Data extracts:
*** Block opens ***

import { createHash, randomBytes } from 'node:crypto';
import { spawnSync } from 'node:child_process';
import { afterEach, beforeEach, describe, expect, test } from 'vitest';
import { z } from 'zod';
import { startFakeOAuth, type RunningFakeOAuth } from '../../fake-oauth/listen';

const CLIENT = { clientId: 'client-of-the-test', clientSecret: 'a secret of the test' };
const CALLBACK = 'http://localhost:4600/auth/github/callback';
const answerSchema = z.object({
  access_token: z.string().optional(),
  scope: z.string().optional(),
  token_type: z.string().optional(),
  error: z.string().optional(),
});

let fake: RunningFakeOAuth;
let clockMs = 0;
beforeEach(async () => {
  clockMs = 0;
  fake = await startFakeOAuth({
    port: 0,
    ...CLIENT,
    callbackUrl: CALLBACK,
    faultControl: true,
    now: () => clockMs,
  });
});
afterEach(async () => {
  await fake.close();
});

type Extra = Readonly<Record<string, string>>;

function authorization(extra: Extra = {}): URLSearchParams {
  return new URLSearchParams({
    client_id: CLIENT.clientId,
    redirect_uri: CALLBACK,
    scope: 'user:email',
    state: 'state-1',
    ...extra,
  });
}

/** Chooses a person on the page and answers where the browser is sent. */
async function choose(extra: Extra = {}): Promise<URL> {
  const response = await fetch(`${fake.url}/login/oauth/authorize`, {
    method: 'POST',
    redirect: 'manual',
    body: authorization({ choose: 'ines-varga', ...extra }),
  });
  expect(response.status).toBe(302);
  return new URL(response.headers.get('location') ?? '');
}

async function codeFor(extra: Extra = {}): Promise<string> {
  return (await choose(extra)).searchParams.get('code') ?? '';
}

async function exchange(fields: Extra): Promise<z.infer<typeof answerSchema>> {
  const response = await fetch(`${fake.url}/login/oauth/access_token`, {
    method: 'POST',
    headers: { Accept: 'application/json' },
    body: new URLSearchParams({
      client_id: CLIENT.clientId,
      client_secret: CLIENT.clientSecret,
      redirect_uri: CALLBACK,
      ...fields,
    }),
  });
  expect(response.status).toBe(200);
  return answerSchema.parse(await response.json());
}

async function get(path: string, token: string): Promise<Response> {
  return fetch(`${fake.url}${path}`, { headers: { Authorization: `Bearer ${token}` }, redirect: 'manual' });
}

describe('choosing who to be', () => {
  test('the page says that it is a stand-in and offers every demo person', async () => {
    const page = await fetch(`${fake.url}/login/oauth/authorize?${authorization().toString()}`);
    const html = await page.text();
    expect(html).toContain('stand-in for GitHub');
    const listed = z
      .array(z.object({ login: z.string(), name: z.string(), note: z.string() }))
      .parse(await (await fetch(`${fake.url}/demo-people`)).json());
    expect(listed).toHaveLength(9);
    for (const person of listed) {
      expect(html).toContain(`value="${person.login}"`);
      expect(html).toContain(person.name);
    }
  });

  test('markup in the state is text on the page', async () => {
    const hostile = '"><script>alert(1)</script>';
    const page = await fetch(
      `${fake.url}/login/oauth/authorize?${authorization({ state: hostile }).toString()}`,
    );
    expect(await page.text()).not.toContain('<script>');
    expect((await choose({ state: hostile })).searchParams.get('state')).toBe(hostile);
  });

  test('the choice goes back to the registered address with a code and the state as sent', async () => {
    const target = await choose();
    expect(target.origin + target.pathname).toBe(CALLBACK);
    expect(target.searchParams.get('state')).toBe('state-1');
    expect(target.searchParams.get('code')).toMatch(/^[0-9a-f]{40}$/);
  });

  test('an address that was not registered gets neither code nor visitor', async () => {
    const foreign = [
      'http://evil.example/auth/github/callback',
      'http://localhost:4601/auth/github/callback',
      'http://localhost:4600/auth/github/callback-else',
      'javascript:alert(1)',
      'not an address',
    ];
    for (const redirect_uri of foreign) {
      const target = await choose({ redirect_uri });
      expect(target.origin + target.pathname).toBe(CALLBACK);
      expect(target.searchParams.get('error')).toBe('redirect_uri_mismatch');
      expect(target.searchParams.has('code')).toBe(false);
    }
  });

  test('an unknown application is refused and a person who is not listed cannot be chosen', async () => {
    const unknown = await fetch(
      `${fake.url}/login/oauth/authorize?${authorization({ client_id: 'other' }).toString()}`,
    );
    expect(unknown.status).toBe(404);
    const nobody = await fetch(`${fake.url}/login/oauth/authorize`, {
      method: 'POST',
      redirect: 'manual',
      body: authorization({ choose: 'nobody' }),
    });
    expect(nobody.status).toBe(422);
  });

  test('refusing goes back with access_denied and no code', async () => {
    const target = await choose({ choose: '', refuse: 'yes' });
    expect(target.searchParams.get('error')).toBe('access_denied');
    expect(target.searchParams.get('state')).toBe('state-1');
    expect(target.searchParams.has('code')).toBe(false);
  });
});

describe('the exchange', () => {
  test('a code gives a token for the person chosen, once', async () => {
    const code = await codeFor();
    const answer = await exchange({ code });
    expect(answer.token_type).toBe('bearer');
    expect(answer.scope).toBe('user:email');
    const user = z
      .object({ id: z.number(), login: z.string(), name: z.string() })
      .parse(await (await get('/user', answer.access_token ?? '')).json());
    expect(user).toEqual({ id: 990_000_000_402, login: 'ines-varga', name: 'Ines Varga' });
    expect((await exchange({ code })).error).toBe('bad_verification_code');
  });

  test('two exchanges of one code at the same time give one token', async () => {
    const code = await codeFor();
    const answers = await Promise.all([1, 2, 3, 4].map(() => exchange({ code })));
    expect(answers.filter((answer) => answer.access_token !== undefined)).toHaveLength(1);
  });

  test('a code lasts ten minutes and no longer', async () => {
    const [young, old] = [await codeFor(), await codeFor()];
    clockMs = 10 * 60 * 1000;
    expect((await exchange({ code: young })).access_token).toBeDefined();
    clockMs += 1;
    expect((await exchange({ code: old })).error).toBe('bad_verification_code');
  });

  test('a wrong secret is refused and leaves the code unspent', async () => {
    const code = await codeFor();
    expect((await exchange({ code, client_secret: 'wrong' })).error).toBe('incorrect_client_credentials');
    expect((await exchange({ code })).access_token).toBeDefined();
  });

  test('another redirect address than the one authorized is refused', async () => {
    const code = await codeFor();
    expect((await exchange({ code, redirect_uri: `${CALLBACK}/other` })).error).toBe('redirect_uri_mismatch');
  });

  test('the verifier must hash to the challenge, and a wrong one spends the code', async () => {
    const verifier = randomBytes(32).toString('base64url');
    const challenge = {
      code_challenge: createHash('sha256').update(verifier).digest('base64url'),
      code_challenge_method: 'S256',
    };
    expect(
      (await exchange({ code: await codeFor(challenge), code_verifier: verifier })).access_token,
    ).toBeDefined();
    expect((await exchange({ code: await codeFor(challenge) })).error).toBe('bad_verification_code');
    const code = await codeFor(challenge);
    expect((await exchange({ code, code_verifier: `${verifier}x` })).error).toBe('bad_verification_code');
    expect((await exchange({ code, code_verifier: verifier })).error).toBe('bad_verification_code');
    const plain = await fetch(
      `${fake.url}/login/oauth/authorize?${authorization({ code_challenge: verifier, code_challenge_method: 'plain' }).toString()}`,
    );
    expect(plain.status).toBe(404);
  });

  test('without an Accept header the answer is a form, and a JSON body is read as well', async () => {
    const response = await fetch(`${fake.url}/login/oauth/access_token`, {
      method: 'POST',
      headers: { 'Content-Type': 'application/json' },
      body: JSON.stringify({
        client_id: CLIENT.clientId,
        client_secret: CLIENT.clientSecret,
        code: await codeFor(),
      }),
    });
    expect(response.headers.get('content-type')).toContain('application/x-www-form-urlencoded');
    expect(new URLSearchParams(await response.text()).get('access_token')).toMatch(/^gho_/);
  });
});

describe('the user addresses', () => {
  test('no token, or an invented one, is answered 401', async () => {
    expect((await fetch(`${fake.url}/user`)).status).toBe(401);
    expect((await get('/user', 'gho_invented')).status).toBe(401);
    expect((await get('/user/emails', 'gho_invented')).status).toBe(401);
  });

  test('the e-mail address needs the scope for it', async () => {
    const without = await exchange({ code: await codeFor({ scope: '' }) });
    expect((await get('/user/emails', without.access_token ?? '')).status).toBe(404);
    const withScope = await exchange({ code: await codeFor() });
    expect(await (await get('/user/emails', withScope.access_token ?? '')).json()).toEqual([
      { email: 'ines.varga@ternstreet.example', primary: true, verified: true, visibility: 'private' },
    ]);
  });
});

describe('faults on demand', () => {
  async function setFault(endpoint: string, fault: string): Promise<number> {
    const response = await fetch(`${fake.url}/faults`, {
      method: 'PUT',
      body: new URLSearchParams({ endpoint, fault }),
    });
    return response.status;
  }

  test('a page of HTML, a 500, a redirect, a silence, and back to normal', async () => {
    const token = (await exchange({ code: await codeFor() })).access_token ?? '';
    expect(await setFault('emails', 'html')).toBe(204);
    expect(await (await get('/user/emails', token)).text()).toContain('<!doctype html>');
    await setFault('emails', 'error500');
    expect((await get('/user/emails', token)).status).toBe(500);
    await setFault('emails', 'redirect');
    expect((await get('/user/emails', token)).status).toBe(302);
    await setFault('emails', 'emptyEmails');
    expect(await (await get('/user/emails', token)).json()).toEqual([]);
    await setFault('emails', 'unverifiedEmail');
    expect(await (await get('/user/emails', token)).json()).toMatchObject([{ verified: false }]);
    await setFault('user', 'otherId');
    expect(await (await get('/user', token)).json()).toMatchObject({
      id: 990_001_000_402,
      login: 'ines-varga',
    });
    await setFault('user', 'hang');
    await expect(
      fetch(`${fake.url}/user`, {
        headers: { Authorization: `Bearer ${token}` },
        signal: AbortSignal.timeout(300),
      }),
    ).rejects.toThrow('aborted due to timeout');
    await fetch(`${fake.url}/faults`, { method: 'DELETE' });
    expect(await (await get('/user', token)).json()).toMatchObject({ id: 990_000_000_402 });
    expect(await setFault('user', 'nothing such')).toBe(422);
  });

  test('cannot be asked for unless the process allows it', async () => {
    const strict = await startFakeOAuth({ port: 0, ...CLIENT });
    const response = await fetch(`${strict.url}/faults`, { method: 'DELETE' });
    await strict.close();
    expect(response.status).toBe(404);
  });
});

test('the stand-in refuses to start in production', () => {
  const ended = spawnSync(process.execPath, ['--import', 'tsx', 'fake-oauth/index.ts'], {
    env: {
      ...process.env,
      NODE_ENV: 'production',
      GITHUB_CLIENT_ID: 'a',
      GITHUB_CLIENT_SECRET: 'b',
      PORT: '0',
    },
    encoding: 'utf8',
    timeout: 20_000,
  });
  expect(ended.status).toBe(1);
  expect(ended.stderr).toContain('does not run in production');
});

*** Block closes ***

What you are asked to do:
Set down exactly the lines of the data above, beginning with the line that has "const target = await choose();" and ending with the line that has "const unknown = await", and no others.

Solution for this exercise:
    const target = await choose();
    expect(target.origin + target.pathname).toBe(CALLBACK);
    expect(target.searchParams.get('state')).toBe('state-1');
    expect(target.searchParams.get('code')).toMatch(/^[0-9a-f]{40}$/);
  });

  test('an address that was not registered gets neither code nor visitor', async () => {
    const foreign = [
      'http://evil.example/auth/github/callback',
      'http://localhost:4601/auth/github/callback',
      'http://localhost:4600/auth/github/callback-else',
      'javascript:alert(1)',
      'not an address',
    ];
    for (const redirect_uri of foreign) {
      const target = await choose({ redirect_uri });
      expect(target.origin + target.pathname).toBe(CALLBACK);
      expect(target.searchParams.get('error')).toBe('redirect_uri_mismatch');
      expect(target.searchParams.has('code')).toBe(false);
    }
  });

  test('an unknown application is refused and a person who is not listed cannot be chosen', async () => {
    const unknown = await fetch(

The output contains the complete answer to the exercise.